Brief
Write each entry down again precisely, skipping nothing.

Listed entries
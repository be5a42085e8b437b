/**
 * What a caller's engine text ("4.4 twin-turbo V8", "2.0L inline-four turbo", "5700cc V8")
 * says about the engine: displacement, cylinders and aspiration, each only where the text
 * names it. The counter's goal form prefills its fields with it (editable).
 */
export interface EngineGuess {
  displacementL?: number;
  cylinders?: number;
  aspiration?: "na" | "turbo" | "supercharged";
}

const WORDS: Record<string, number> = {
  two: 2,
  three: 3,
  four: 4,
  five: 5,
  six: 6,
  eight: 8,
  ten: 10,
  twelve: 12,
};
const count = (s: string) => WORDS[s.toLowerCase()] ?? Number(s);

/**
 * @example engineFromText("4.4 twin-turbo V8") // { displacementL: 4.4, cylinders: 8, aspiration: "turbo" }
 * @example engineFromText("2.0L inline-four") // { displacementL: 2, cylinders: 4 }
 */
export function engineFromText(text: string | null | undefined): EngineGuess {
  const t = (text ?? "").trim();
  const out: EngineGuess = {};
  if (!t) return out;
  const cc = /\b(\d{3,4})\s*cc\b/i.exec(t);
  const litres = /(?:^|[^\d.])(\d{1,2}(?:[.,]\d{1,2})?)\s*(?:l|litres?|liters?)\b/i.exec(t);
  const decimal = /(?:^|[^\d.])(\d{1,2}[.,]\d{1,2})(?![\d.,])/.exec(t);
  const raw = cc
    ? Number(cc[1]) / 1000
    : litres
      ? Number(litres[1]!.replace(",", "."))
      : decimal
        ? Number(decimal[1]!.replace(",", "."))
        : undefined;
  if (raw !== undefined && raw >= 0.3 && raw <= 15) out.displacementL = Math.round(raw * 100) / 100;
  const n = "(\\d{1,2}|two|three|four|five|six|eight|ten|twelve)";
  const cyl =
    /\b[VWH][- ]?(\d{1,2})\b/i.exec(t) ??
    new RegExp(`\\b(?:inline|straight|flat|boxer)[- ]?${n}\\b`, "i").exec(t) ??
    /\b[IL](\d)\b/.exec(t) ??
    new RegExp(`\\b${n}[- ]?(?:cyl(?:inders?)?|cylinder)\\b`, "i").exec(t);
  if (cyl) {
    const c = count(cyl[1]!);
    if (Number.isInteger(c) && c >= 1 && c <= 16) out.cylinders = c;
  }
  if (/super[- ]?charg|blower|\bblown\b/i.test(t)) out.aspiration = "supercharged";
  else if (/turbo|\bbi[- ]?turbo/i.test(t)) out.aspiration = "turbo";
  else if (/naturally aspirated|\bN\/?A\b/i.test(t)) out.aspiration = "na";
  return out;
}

Answer to the exercise
repository be5a42085e8b437b
/**
 * What a caller's engine text ("4.4 twin-turbo V8", "2.0L inline-four turbo", "5700cc V8")
 * says about the engine: displacement, cylinders and aspiration, each only where the text
 * names it. The counter's goal form prefills its fields with it (editable).
 */
export interface EngineGuess {
  displacementL?: number;
  cylinders?: number;
  aspiration?: "na" | "turbo" | "supercharged";
}

const WORDS: Record<string, number> = {
  two: 2,
  three: 3,
  four: 4,
  five: 5,
  six: 6,
  eight: 8,
  ten: 10,
  twelve: 12,
};
const count = (s: string) => WORDS[s.toLowerCase()] ?? Number(s);

/**
 * @example engineFromText("4.4 twin-turbo V8") // { displacementL: 4.4, cylinders: 8, aspiration: "turbo" }
 * @example engineFromText("2.0L inline-four") // { displacementL: 2, cylinders: 4 }
 */
export function engineFromText(text: string | null | undefined): EngineGuess {
  const t = (text ?? "").trim();
  const out: EngineGuess = {};
  if (!t) return out;
  const cc = /\b(\d{3,4})\s*cc\b/i.exec(t);
  const litres = /(?:^|[^\d.])(\d{1,2}(?:[.,]\d{1,2})?)\s*(?:l|litres?|liters?)\b/i.exec(t);
  const decimal = /(?:^|[^\d.])(\d{1,2}[.,]\d{1,2})(?![\d.,])/.exec(t);
  const raw = cc
    ? Number(cc[1]) / 1000
    : litres
      ? Number(litres[1]!.replace(",", "."))
      : decimal
        ? Number(decimal[1]!.replace(",", "."))
        : undefined;
  if (raw !== undefined && raw >= 0.3 && raw <= 15) out.displacementL = Math.round(raw * 100) / 100;
  const n = "(\\d{1,2}|two|three|four|five|six|eight|ten|twelve)";
  const cyl =
    /\b[VWH][- ]?(\d{1,2})\b/i.exec(t) ??
    new RegExp(`\\b(?:inline|straight|flat|boxer)[- ]?${n}\\b`, "i").exec(t) ??
    /\b[IL](\d)\b/.exec(t) ??
    new RegExp(`\\b${n}[- ]?(?:cyl(?:inders?)?|cylinder)\\b`, "i").exec(t);
  if (cyl) {
    const c = count(cyl[1]!);
    if (Number.isInteger(c) && c >= 1 && c <= 16) out.cylinders = c;
  }
  if (/super[- ]?charg|blower|\bblown\b/i.test(t)) out.aspiration = "supercharged";
  else if (/turbo|\bbi[- ]?turbo/i.test(t)) out.aspiration = "turbo";
  else if (/naturally aspirated|\bN\/?A\b/i.test(t)) out.aspiration = "na";
  return out;
}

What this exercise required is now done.